In C, this was considered a defect and fixed so that the spec now says in &*ptr, neither & nor * gets evaluated. C++ hasn't yet received fixed wording. It's the subject of a very old still active DR: DR #232. The intent is that it is valid, just as it is in C, but the standard doesn't say so.

1
votes

In the context of normal C++ arrays, yes. It is legal to form the address of the one-past-the-end element of the array. It is not legal to read or write to what it is pointing at, however (after all, there is no actual element there). So when you do the &arr[size], the arr[size] forms what you might think of as a reference to the one-past-the-end element, but has not tried to actually access that element yet. Then the & gets you the address of that element. Since nothing has tried to actually follow that pointer, nothing bad has happened.
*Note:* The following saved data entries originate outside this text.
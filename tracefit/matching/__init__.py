"""From observed band families to planes and systems.

The chain, one module each: observed families (:mod:`~tracefit.matching.observed`) and candidate
planes with their predicted traces (:mod:`~tracefit.matching.candidates`) -> probability
primitives, prior and "none of these" (:mod:`~tracefit.matching.likelihood`) -> joint per-grain
assignment (:mod:`~tracefit.matching.joint`, :mod:`~tracefit.matching.assign`) -> verdicts
(:mod:`~tracefit.matching.verdicts`, :mod:`~tracefit.matching.results`). Around it: map-level
surface artefacts (:mod:`~tracefit.matching.artefacts`), the frame check
(:mod:`~tracefit.matching.frame_fit`), the orientation search
(:mod:`~tracefit.matching.orient_search`), two-face analysis (:mod:`~tracefit.matching.twoface`)
and hand-measured traces (:mod:`~tracefit.matching.measured`).

Every public name of those modules is exported here (their ``__all__``), plus the load
helpers :func:`resolve_load` and :func:`rank_systems` and :func:`separation_hints`.
"""

from tracefit.matching import (
    artefacts,
    assign,
    candidates,
    frame_fit,
    joint,
    likelihood,
    measured,
    observed,
    orient_search,
    results,
    twoface,
)
from tracefit.matching.artefacts import *  # noqa: F401,F403
from tracefit.matching.assign import *  # noqa: F401,F403
from tracefit.matching.candidates import *  # noqa: F401,F403
from tracefit.matching.frame_fit import *  # noqa: F401,F403
from tracefit.matching.joint import *  # noqa: F401,F403
from tracefit.matching.likelihood import *  # noqa: F401,F403
from tracefit.matching.loading import rank_systems, resolve_load
from tracefit.matching.measured import *  # noqa: F401,F403
from tracefit.matching.observed import *  # noqa: F401,F403
from tracefit.matching.orient_search import *  # noqa: F401,F403
from tracefit.matching.results import *  # noqa: F401,F403
from tracefit.matching.twoface import *  # noqa: F401,F403
from tracefit.matching.verdicts import separation_hints

__all__ = [
    name
    for module in (observed, candidates, likelihood, joint, results, assign, artefacts, frame_fit, orient_search,
                   twoface, measured)
    for name in module.__all__
] + ["rank_systems", "resolve_load", "separation_hints"]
This isn't by accident, this makes pointers into arrays behave like iterators. Thus &a[0] is essentially .begin() on the array, and &a[size] (where size is the number of elements in the array) is essentially .end(). (See also std::array where this ends up being more explicit)

Edit: Erm, I may have to retract this answer. While it probably applies in most cases, if the type stored in the array has an overridden operator& then when you do the &a[size], the operator& method may attempt to access members of the instance of the type at a[size] where there is no instance.

0
votes

Assuming size is the actual array size, you are passing a pointer to past-the-end element to std::sort().

So, as I understand it, the question boils down to: is this pointer equivalent to arr.end()?

There is little doubt this is true for every existing compiler, since array iterators are indeed plain old pointers, so &arr[size] is the obvious choice for arr.end().

However, I doubt there is a specific requirement about the actual implementation of plain old array iterators.

So, for the sake of the argument, you could imagine a compiler using a "past end" bit in addition to the actual address to implement plain old array iterators internally and perversely paint your mustache pink if it detected any concievable inconsistency between iterators and addresses obtained through pointer arithmetics. This freakish compiler would cause a lot of existing C++ code to crash without actually violating the spec, which might just be worth the effort of designing it...

0
votes

If we admit that arr[i] is just a shorthand for *(arr + i), we can rewrite &arr[size] as &*(arr + size). Hence, we are dereferencing a pointer that points to the past-the-end element, which leads to an undefined behavior. As you correctly say, arr + size would instead be legal, because no dereferencing operation takes place.

Coincidentally, this is also presented as a quiz in Stepanov's notes (page 11).

-5
votes

It's perfectly fine and well defined as long as size is not larger than the size of the actual array (in units of the array elements).

So if main () called mysort (a, 100), &arr [size] would already be undefined behaviour (but most likely undetected, but std::sort would obviously go wrong badly as well).